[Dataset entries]
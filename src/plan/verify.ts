/**
 * `verifyPlan`: recompute every rule from scratch on a plan read back from plan.json (for plans
 * edited by hand): the exact idle rules at the plan's parking frequencies, each edge's crossing
 * recomputed from those (it must match the plan's crossing frequency, and the interaction
 * frequency, when no gate was designed, must be that crossing, within 10 kHz: rule cz-crossing), every
 * cz rule at the plan's interaction frequency with the plan's spectator parking and ramp time
 * (with the waveform file's real sweep rates when the gate has one next to the plan), conflicts
 * between gates that share a layer, and the crowding flags. Nothing the plan claims about its
 * own rule results is trusted.
 */
import { existsSync, readFileSync } from 'node:fs';
import { resolve } from 'node:path';
import type { ChipLayout } from '../layout/types.js';
import { pairResonances } from '../pair/resonances.js';
import { parseTrajectoryCsv } from '../sim/trajectory.js';
import { buildPlanContext, type PlanContext } from './context.js';
import { calibratedZzScale, crowding } from './crowding.js';
import { exactQubitState, type ExactQubitState } from './exact-state.js';
import { freq, fromHz, ghz } from './format.js';
import type { EdgePlan, ParkedSpectator } from './interaction/plan-edge.js';
import { gatesConflict, movedQubits } from './layers.js';
import type { PlanInput } from './plan-read.js';
import { waveformSweepFindings } from './pulses.js';
import { COLLISION_RULES } from './rules/catalogue.js';
import { evaluateGate, type DuringGate, type GateScenario } from './rules/cz-evaluate.js';
import { sortFindings, type Finding } from './rules/findings.js';
import { evaluateIdle } from './rules/idle-evaluate.js';
import { tuningRoomShortfall } from './rules/tuning-room.js';
import { slotNs } from './rules/cz-duration.js';

export const VERIFY_DEFAULTS = Object.freeze({ crossingToleranceGHz: 1e-5 });

export interface VerifyResult {
  ok: boolean;
  violations: Finding[];
  flags: Finding[];
  checked: { qubits: number; edges: number; layers: number; waveforms: number };
  /** Waveform files named by the plan that were not found (their sweeps checked with the ramp estimate). */
  missingWaveforms: string[];
}

export function verifyPlan(layout: ChipLayout, plan: PlanInput, where: { dir: string }): VerifyResult {
  const ctx = buildPlanContext(layout);
  const parking = Float64Array.from(ctx.ids, (q) => fromHz(plan.qubits[q].parkingFrequency));
  const idle = evaluateIdle(ctx, parking);
  const violations: Finding[] = [...idle.violations];
  const states: ExactQubitState[] = idle.states.map((s, i) => s ?? exactQubitState(ctx.transmons[i], Math.min(ctx.transmons[i].fMaxGHz, Math.max(ctx.transmons[i].fMinGHz, parking[i])), ctx.rules.resistanceSpread));
  const edgePlans: EdgePlan[] = [];
  const layerOf: number[] = [];
  let waveforms = 0;
  const missing: string[] = [];
  const byPair = new Map(ctx.edges.map((e) => [pairKey(ctx.ids[e.a], ctx.ids[e.b]), e.index]));
  const planEdges = [...plan.edges].sort((x, y) => byPair.get(pairKey(...x.qubits))! - byPair.get(pairKey(...y.qubits))!);
  for (const pe of planEdges) {
    const edge = ctx.edges[byPair.get(pairKey(...pe.qubits))!];
    const mover = ctx.index.get(pe.mover)!;
    const partner = mover === edge.a ? edge.b : edge.a;
    const key = edge.key;
    const res = pairResonances(ctx.transmons[mover], ctx.transmons[partner], states[partner].flux, edge.gChargeGHz)[pe.crossing];
    const range = ctx.ranges[mover];
    layerOf[edge.index] = pe.layer;
    const short = res && res.moverF01GHz >= range.lo - 1e-9 ? tuningRoomShortfall(range, states[mover].f01GHz, res.moverF01GHz, res.couplingGHz) : 0;
    if (!res || res.moverF01GHz < range.lo - 1e-9 || short > 0) {
      const why = short > 0 ? ` with room to tune past it (less than one splitting inside its planning range)` : '';
      violations.push({ rule: 'cz-range', qubits: [pe.mover, ctx.ids[partner]], value: res?.moverF01GHz ?? null, threshold: null, edge: key,
        message: `${pe.mover} cannot reach the ${pe.crossing} crossing with ${ctx.ids[partner]} parked at ${ghz(parking[partner])}${why}` });
      edgePlans[edge.index] = stubPlan(edge.index, mover, partner, pe.crossing);
      continue;
    }
    const tol = VERIFY_DEFAULTS.crossingToleranceGHz;
    const crossing = res.moverF01GHz;
    const stated = pe.crossingFrequency != null ? fromHz(pe.crossingFrequency) : null;
    if (stated !== null && Math.abs(stated - crossing) > tol) {
      violations.push({ rule: 'cz-crossing', qubits: [pe.mover, ctx.ids[partner]], value: stated, threshold: crossing, edge: key,
        message: `${key}: the plan's ${pe.crossing} crossing ${ghz(stated, 6)} no longer matches the parking frequencies (now ${ghz(crossing, 6)}, ${freq(stated - crossing)} off); re-plan this edge` });
    }
    // Without a designed gate the interaction point is the crossing itself; a designed gate sits
    // at its own offset from the exact (dressed) crossing, which the stated crossing pins down.
    const to = pe.interactionFrequency !== null ? fromHz(pe.interactionFrequency) : crossing;
    if (!pe.gate && Math.abs(to - crossing) > tol) {
      violations.push({ rule: 'cz-crossing', qubits: [pe.mover, ctx.ids[partner]], value: to, threshold: crossing, edge: key,
        message: `${key}: the interaction frequency ${ghz(to, 6)} is not the ${pe.crossing} crossing at the parking frequencies (${ghz(crossing, 6)})` });
    }
    const toFlux = ctx.transmons[mover].fluxForF01OrNull(to);
    if (toFlux === null) {
      violations.push({ rule: 'cz-range', qubits: [pe.mover], value: to, threshold: null, edge: key, message: `${pe.mover} cannot reach the interaction frequency ${ghz(to)}` });
      edgePlans[edge.index] = stubPlan(edge.index, mover, partner, pe.crossing);
      continue;
    }
    const parked = new Map<number, DuringGate>();
    const parkedInfo: ParkedSpectator[] = [];
    for (const [s, fHz] of Object.entries(pe.spectatorParking).sort((a, b) => ctx.index.get(a[0])! - ctx.index.get(b[0])!)) {
      const q = ctx.index.get(s)!;
      const f = fromHz(fHz);
      const t = ctx.transmons[q];
      if (!(f >= ctx.ranges[q].lo - 1e-9 && f <= t.fMaxGHz + 1e-9)) {
        violations.push({ rule: 'cz-range', qubits: [s], value: f, threshold: null, edge: key, message: `${s}: spectator parking ${ghz(f)} for ${key} is outside its planning range` });
        continue;
      }
      const st = exactQubitState(t, Math.min(f, t.fMaxGHz), ctx.rules.resistanceSpread);
      parked.set(q, { f01GHz: st.f01GHz, f12GHz: st.f12GHz });
      parkedInfo.push({ qubit: q, fGHz: st.f01GHz, flux: st.flux, f12GHz: st.f12GHz, reason: '' });
    }
    // The mover sweeps with the gate's ramp; spectators move with the plan's.
    const rampNs = (pe.gate?.rampTime ?? pe.rampTime) * 1e9;
    const spectatorRampNs = pe.rampTime * 1e9;
    const scenario: GateScenario = {
      edge: edge.index, mover, partner, crossing: pe.crossing,
      fromGHz: parking[mover], toGHz: to, moverF12AtToGHz: ctx.transmons[mover].spectrum(toFlux).f12GHz,
      crossingCouplingGHz: res.couplingGHz, rampNs, spectatorRampNs, parking: states.map((s) => ({ f01GHz: s.f01GHz, f12GHz: s.f12GHz })), parked,
    };
    const ev = evaluateGate(ctx, scenario);
    const wfPath = pe.gate?.waveform;
    let waveform: { timeNs: Float64Array; flux: Float64Array } | null = null;
    if (wfPath) {
      const full = resolve(where.dir, wfPath);
      if (existsSync(full)) {
        waveform = parseTrajectoryCsv(readFileSync(full, 'utf8'), wfPath);
        waveforms++;
      } else missing.push(wfPath);
    }
    for (const f of ev.findings) {
      if (waveform && f.rule.startsWith('cz-swept-') && f.qubits[0] === pe.mover) continue;
      if (pe.gate?.duration != null && f.rule === 'cz-duration') continue;
      const { blame: _b, ...rest } = f;
      violations.push(rest);
    }
    if (waveform) violations.push(...waveformSweepFindings(ctx, mover, key, ev.swept, waveform));
    if (pe.gate && pe.gate.feasible === false) {
      violations.push({ rule: 'cz-design', qubits: [pe.mover, ctx.ids[partner]], value: null, threshold: null, edge: key,
        message: `the plan's CZ design for ${key} is marked infeasible${pe.gate.reason ? `: ${pe.gate.reason}` : ''}` });
    }
    if (pe.gate?.duration != null) {
      const total = slotNs(pe.gate.duration * 1e9, parked.size > 0, spectatorRampNs, ctx.rules);
      if (total > ctx.rules.maxGateNs + 1e-9) violations.push({ rule: 'cz-duration', qubits: [pe.mover, ctx.ids[partner]], value: total, threshold: ctx.rules.maxGateNs, edge: key, message: `the designed CZ on ${key} takes ${total.toFixed(1)} ns with its spectator moves; the limit is ${ctx.rules.maxGateNs} ns` });
    }
    edgePlans[edge.index] = {
      ...stubPlan(edge.index, mover, partner, pe.crossing),
      feasible: ev.findings.length === 0,
      crossingGHz: crossing,
      interactionGHz: to,
      moverInteractionFlux: toFlux,
      moverF12AtInteractionGHz: scenario.moverF12AtToGHz,
      crossingCouplingGHz: res.couplingGHz,
      rampNs: spectatorRampNs,
      parked: parkedInfo,
      swept: ev.swept,
    };
  }
  // Layers: gates sharing one must not conflict.
  const f12 = states.map((s) => s.f12GHz);
  const moved = edgePlans.map((p) => movedQubits(ctx, p, f12, parking));
  const layerIds = [...new Set(layerOf)].sort((a, b) => a - b);
  for (const layer of layerIds) {
    const members = edgePlans.map((_, k) => k).filter((k) => layerOf[k] === layer);
    for (let i = 0; i < members.length; i++) {
      for (let j = i + 1; j < members.length; j++) {
        const [a, b] = [members[i], members[j]];
        if (gatesConflict(ctx, edgePlans[a], moved[a], edgePlans[b], moved[b])) {
          violations.push({ rule: 'layer-conflict', qubits: [ctx.ids[edgePlans[a].mover], ctx.ids[edgePlans[b].mover]], value: null, threshold: null, edge: ctx.edges[a].key,
            message: `layer ${layer}: the gates on ${ctx.edges[a].key} and ${ctx.edges[b].key} share a qubit or a crossing and cannot run at the same time` });
        }
      }
    }
  }
  const crowd = crowding(ctx, parking, states, calibratedZzScale(ctx, parking, idle.zzGHz), edgePlans);
  const order = COLLISION_RULES.map((r) => r.name);
  const v = sortFindings(violations, order);
  return {
    ok: v.length === 0,
    violations: v,
    flags: sortFindings(crowd.flags, order),
    checked: { qubits: ctx.n, edges: edgePlans.length, layers: layerIds.length, waveforms },
    missingWaveforms: missing,
  };
}

function pairKey(a: string, b: string): string {
  return a < b ? `${a}\u0000${b}` : `${b}\u0000${a}`;
}

function stubPlan(edge: number, mover: number, partner: number, crossing: '11-20' | '11-02'): EdgePlan {
  return {
    edge, mover, partner, crossing, feasible: false, crossingGHz: NaN, interactionGHz: NaN, moverInteractionFlux: NaN, moverF12AtInteractionGHz: NaN,
    crossingCouplingGHz: NaN, speedLimitNs: NaN, gAtInteractionGHz: NaN, durationNs: NaN, rampNs: NaN, parked: [], swept: [], findings: [],
    score: Infinity, reason: '', options: [],
  };
}

export type { PlanContext };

• **Required action**: Set down, unchanged, only those lines above that fall between the line with "const f = fromHz(fHz);" and the line with "st.f12GHz, reason: ''", the two end lines included.

• **Response**:
      const f = fromHz(fHz);
      const t = ctx.transmons[q];
      if (!(f >= ctx.ranges[q].lo - 1e-9 && f <= t.fMaxGHz + 1e-9)) {
        violations.push({ rule: 'cz-range', qubits: [s], value: f, threshold: null, edge: key, message: `${s}: spectator parking ${ghz(f)} for ${key} is outside its planning range` });
        continue;
      }
      const st = exactQubitState(t, Math.min(f, t.fMaxGHz), ctx.rules.resistanceSpread);
      parked.set(q, { f01GHz: st.f01GHz, f12GHz: st.f12GHz });
      parkedInfo.push({ qubit: q, fGHz: st.f01GHz, flux: st.flux, f12GHz: st.f12GHz, reason: '' });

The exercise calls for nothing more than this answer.